日本と国交がないため、中国を経由して北朝の地を踏む。
やろうと思えばプライベートジェットで横浜本部基地からひとっとび、という芸当も不可能ではないがSoyuz北朝鮮提携支部の視察と偽装してある。
Soyuzと北朝鮮の親交は深い。
インフラの整備や食糧支援を取り付ける見返りとして、兵器の買い付けやレシプロ機などのノウハウの提供。
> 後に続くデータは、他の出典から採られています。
"""Write a file beside its target and rename it into place, so that nobody meets half a file."""

import os
import secrets
from collections.abc import Iterator
from contextlib import contextmanager, suppress
from pathlib import Path

from planner.errors import OutputError, PlannerError


def beside(path: Path) -> Path:
    """A new hidden name in the folder of ``path`` with the same ending; nothing is created."""
    return path.with_name(f".{path.stem}.{secrets.token_hex(4)}.part{path.suffix}")


@contextmanager
def replaced(path: Path) -> Iterator[Path]:
    """Yield a temporary path in the target's folder; write there, and it becomes ``path``.

    The folder is made if it is missing. When the body raises, the temporary file is removed and
    what stood at ``path`` before is untouched. An OSError (no room, no permission) becomes an
    OutputError that names ``path``.
    """
    path = Path(path)
    temporary = beside(path)
    try:
        path.parent.mkdir(parents=True, exist_ok=True)
        yield temporary
        os.replace(temporary, path)
    except PlannerError:
        raise
    except OSError as error:
        raise OutputError(f"{path}: could not be written: {error.strerror or error}") from error
    finally:
        with suppress(OSError):
            temporary.unlink()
また一部人民の雇用を行っている。
共和国から見れば現実に世界中を敵に回している環境で貴重な外貨獲得手段。組織から見れば古今東西の闇鍋状態を支える板前といった関係を築いていた。
もしもSoyuzという存在が居ないパラレルワールドがあったのなら、平壌の外を出れば道路はガタガタで満足に下水道は整備されておらず、飢えにあえぎバタバタと人民たちは倒れていく。
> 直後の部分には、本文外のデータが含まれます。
"""Invented rolling terrain of any size, from a fixed seed, written as a GeoTIFF.

Spectral synthesis: random phases under an amplitude that falls with wave number as k^-2.2, which
makes hills of all sizes with slopes as in farmland: with a standard deviation of 60 m for each
20 km of width the root mean square slope of a 10 m cell is 7 %. The ground is periodic, so it can
be rolled until its highest cell lies in the middle, where the mast stands.

    python tests/benchmarks/rolling_terrain.py OUT.tif CELLS
"""

import sys
from pathlib import Path

import numpy as np
import rasterio
from numpy.typing import NDArray
from rasterio.crs import CRS
from rasterio.transform import from_origin

CELL_M = 10.0
EPSG = 32710
DEVIATION_M = 60.0  # for each 2,000 cells of width, in a spectrum that has no hills beyond a third
PERIODS = 3.0  # of the largest hills over 2,000 cells
WEST_M, NORTH_M = 470_000.0, 4_930_000.0


def rolling_ground(
    cells: int, seed: int = 20, deviation_m: float = DEVIATION_M, summit: bool = True
) -> NDArray[np.float32]:
    """(cells, cells) heights [m], the highest in the middle, or the median one.

    The hills are of the same sizes whatever the number of cells.
    """
    noise = np.random.default_rng(seed).standard_normal((cells, cells), dtype=np.float32)
    spectrum = np.fft.rfft2(noise).astype(np.complex64)
    del noise
    ky = np.fft.fftfreq(cells).astype(np.float32)[:, np.newaxis] * 2000.0
    kx = np.fft.rfftfreq(cells).astype(np.float32)[np.newaxis, :] * 2000.0
    spectrum *= (kx**2 + ky**2 + PERIODS**2) ** np.float32(-1.1)
    spectrum[0, 0] = 0.0
    ground = np.fft.irfft2(spectrum, s=(cells, cells)).astype(np.float32)
    ground *= deviation_m / ground.std()
    ground += 600.0
    middle = ground[cells // 4 : 3 * cells // 4, cells // 4 : 3 * cells // 4]
    if summit:
        row, col = np.unravel_index(np.argmax(ground), ground.shape)
    else:
        row, col = np.unravel_index(np.argmin(np.abs(middle - np.median(ground))), middle.shape)
        row, col = row + cells // 4, col + cells // 4
    return np.roll(ground, (cells // 2 - row, cells // 2 - col), (0, 1))


def write_rolling_terrain(path: Path, cells: int, *, summit: bool = True) -> None:
    """The terrain as a tiled GeoTIFF without compression, so that reading it costs little."""
    with rasterio.open(
        path,
        "w",
        driver="GTiff",
        width=cells,
        height=cells,
        count=1,
        dtype="float32",
        crs=CRS.from_epsg(EPSG),
        transform=from_origin(WEST_M, NORTH_M, CELL_M, CELL_M),
        tiled=True,
    ) as raster:
        raster.write(rolling_ground(cells, summit=summit), 1)


def mast_easting_northing(cells: int) -> tuple[float, float]:
    """The middle cell's centre, where the ground is highest."""
    along = (cells // 2 + 0.5) * CELL_M
    return WEST_M + along, NORTH_M - along


if __name__ == "__main__":
    write_rolling_terrain(Path(sys.argv[1]), int(sys.argv[2]))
目を覆いたくなるような悲惨な状況になっているだろう。
ロッチナが降り立ったのは首都平壌ではなく、何の変哲もない地方都市だった。当然の事ながら名前をいう事は許されない。
そこにぽつんと建っているホテルで会談は行われることになった。盗聴の恐れがないか徹底的に調査された「ロッチナ専用のVIP」ルームだ。
豪華絢爛とは言えない一室に待っていたのは立派なカーキ色の軍服を着た、如何にも北朝鮮の高官といった出で立ちの男だった。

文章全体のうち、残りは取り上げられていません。